Y Combinator gave New Story a $100,000 grant, and connected Hagler to movers and shakers in Silicon Valley, including the Draper Richards Kaplan Foundation, which made an unrestricted donation of $300,000, the biggest single gift so far to New Story. Other investor-donors, who cover the operating expenses of New Story, include Data Blue, HP and Moderne Ventures.
Their contributions allow New Story to tell donors that “100% of your donation directly funds home construction.” This is, by all accounts, an effective message, although it arguably perpetuates the negative connotations surrounding “overhead.” It’s the same approach and messaging used with great success by charity: water, whose founder, Scott Harrison, has advised Hagler.
New Story was also influenced by Watsi, another Y Combinator startup, which funds medical treatments for poor people around the world. It, too, tells individual donors that all of their money goes to health care and it makes a direct connection between their money and a specific recipient through an incredibly detailed set of transparency documents. “You know exactly where your money goes,” Watsi says.
All of this is, or should be, worrisome for sprawling, bureaucratic charities with high overhead–like the American Red Cross–that compete with nimble, focused and transparent startups like New Story, Watsi and charity: water.
The newcomers appeal to business people and celebrities. Last month, New Story went to Haiti with Elvis Dumervil, an all-pro football player with the Baltimore Ravens and the son of Haitian immigrants. Dumervil has pledged to build 58 homes in Haiti in honor of his #58 Ravens jersey, and he’d like to work with other NFL players–about 50 have Haitian ties–and league sponsors to build an entire community with New Story.
All that said, we shouldn’t overstate the contrast between upstarts like New Story and established mega-charities like the Red Cross. The Red Cross has done good work in Haiti, supporting hospitals, clinics and schools, all of which it details here, at last, yielding to pressures from reporters and Congress. Charity Navigator, which evaluates nonprofits, gives the American Red Cross four stars (of out four) for accountability and transparency, for whatever that’s worth.

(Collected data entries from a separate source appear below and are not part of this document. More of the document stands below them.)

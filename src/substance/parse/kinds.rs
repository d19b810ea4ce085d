//! Words for what a row describes and for types of substance, in English and German.

use super::cell;
use crate::fault::CellFaultKind;
use crate::quantity::plain_words;
use crate::substance::{RowType, SubstanceType};
use crate::workbook::CellContent;

/// Word parts in the order in which they are looked for: `inorganic` before `organic`.
const TYPE_WORDS: &[(&str, SubstanceType)] = &[
    ("uvcb", SubstanceType::Uvcb),
    ("unknown or variable", SubstanceType::Uvcb),
    ("multi constituent", SubstanceType::MultiConstituent),
    ("multiconstituent", SubstanceType::MultiConstituent),
    ("mehrkomponentenstoff", SubstanceType::MultiConstituent),
    ("multikonstituent", SubstanceType::MultiConstituent),
    ("mehrere bestandteile", SubstanceType::MultiConstituent),
    ("organometal", SubstanceType::Organometallic),
    ("metal organic", SubstanceType::Organometallic),
    ("organotin", SubstanceType::Organometallic),
    ("organozinn", SubstanceType::Organometallic),
    ("zinnorgan", SubstanceType::Organometallic),
    ("organo metal", SubstanceType::Organometallic),
    ("metallorganisch", SubstanceType::Organometallic),
    ("metalorganic", SubstanceType::Organometallic),
    ("organic salt", SubstanceType::OrganicSalt),
    ("salt of an organic", SubstanceType::OrganicSalt),
    ("organisches salz", SubstanceType::OrganicSalt),
    ("inorganic", SubstanceType::Inorganic),
    ("anorgan", SubstanceType::Inorganic),
    ("polymer", SubstanceType::Polymer),
    ("surfactant", SubstanceType::Surfactant),
    ("tensid", SubstanceType::Surfactant),
    ("mixture", SubstanceType::Mixture),
    ("gemisch", SubstanceType::Mixture),
    ("mischung", SubstanceType::Mixture),
    ("zubereitung", SubstanceType::Mixture),
    ("preparation", SubstanceType::Mixture),
    ("organic", SubstanceType::Organic),
    ("organisch", SubstanceType::Organic),
];

/// Words that name a type of which nothing follows here.
const NO_TYPE: &[&str] = &[
    "substance",
    "stoff",
    "mono constituent",
    "monoconstituent",
    "einkomponentenstoff",
    "other",
    "sonstige",
];

const ROW_WORDS: &[(&str, RowType)] = &[
    ("mixture", RowType::Mixture),
    ("gemisch", RowType::Mixture),
    ("mischung", RowType::Mixture),
    ("zubereitung", RowType::Mixture),
    ("preparation", RowType::Mixture),
    ("formulation", RowType::Mixture),
    ("formulierung", RowType::Mixture),
    ("rezeptur", RowType::Mixture),
    ("article", RowType::Article),
    ("erzeugnis", RowType::Article),
    ("artikel", RowType::Article),
    ("substance", RowType::Substance),
    ("stoff", RowType::Substance),
    ("component", RowType::Substance),
    ("komponente", RowType::Substance),
    ("ingredient", RowType::Substance),
    ("chemical", RowType::Substance),
    ("chemikalie", RowType::Substance),
];

/// The type of substance a cell names.
pub(super) fn read_substance_type(content: &CellContent) -> Result<Option<SubstanceType>, CellFaultKind> {
    let Some(text) = cell::value_text(content) else {
        return Ok(None);
    };
    let plain = plain_words(&text);
    // `inorganic salt` names no organic salt.
    let padded = format!(" {plain}");
    let found = TYPE_WORDS.iter().find(|(words, kind)| match kind {
        SubstanceType::OrganicSalt | SubstanceType::Organic => padded.contains(&format!(" {words}")),
        // A hybrid is organic as well, and so inside the instruments.
        SubstanceType::Inorganic => {
            plain.contains(words) && ![" organic", " organisch"].iter().any(|word| padded.contains(word))
        }
        SubstanceType::Organometallic
        | SubstanceType::Polymer
        | SubstanceType::Uvcb
        | SubstanceType::MultiConstituent
        | SubstanceType::Mixture
        | SubstanceType::Surfactant => plain.contains(words),
    });
    match found {
        Some((_, kind)) => Ok(Some(*kind)),
        None if NO_TYPE.contains(&plain.as_str()) => Ok(None),
        None => Err(CellFaultKind::NotA { what: "substance type", example: "organic" }),
    }
}

/// What a cell says the row describes.
pub(super) fn read_row_type(content: &CellContent) -> Result<Option<RowType>, CellFaultKind> {
    let Some(text) = cell::value_text(content) else {
        return Ok(None);
    };
    let plain = plain_words(&text);
    ROW_WORDS
        .iter()
        .find(|(words, _)| plain.contains(words))
        .map(|(_, row_type)| Some(*row_type))
        .ok_or(CellFaultKind::NotA { what: "row type", example: "substance" })
}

What’s more, just like the Red Cross, New Story, Watsi and charity: water all depend on subcontractors to do the actual work they are funding–home builders in the case of New Story, medical care providers for Watsi and other water charities for charity: water. They are, above all, fundraisers. So, as they grow bigger, they will be only as effective as the partners they rely on in the field.
This will be a particular challenge for New Story, which wants to build schools, clinics and factories as well as houses, Hagler has said. He knows he’ll need good partners, perhaps even the Red Cross, someday. New Story has already expanded from Haiti to El Salvador.
Young nonprofits like New Story, Watsi and charity: water resemble the Silicon Valley startups that have unsettled the well-established incumbents in the media, retail and travel industries. These upstarts are going to raise the bar–particularly around transparency and accountability–for everyone in the nonprofit world.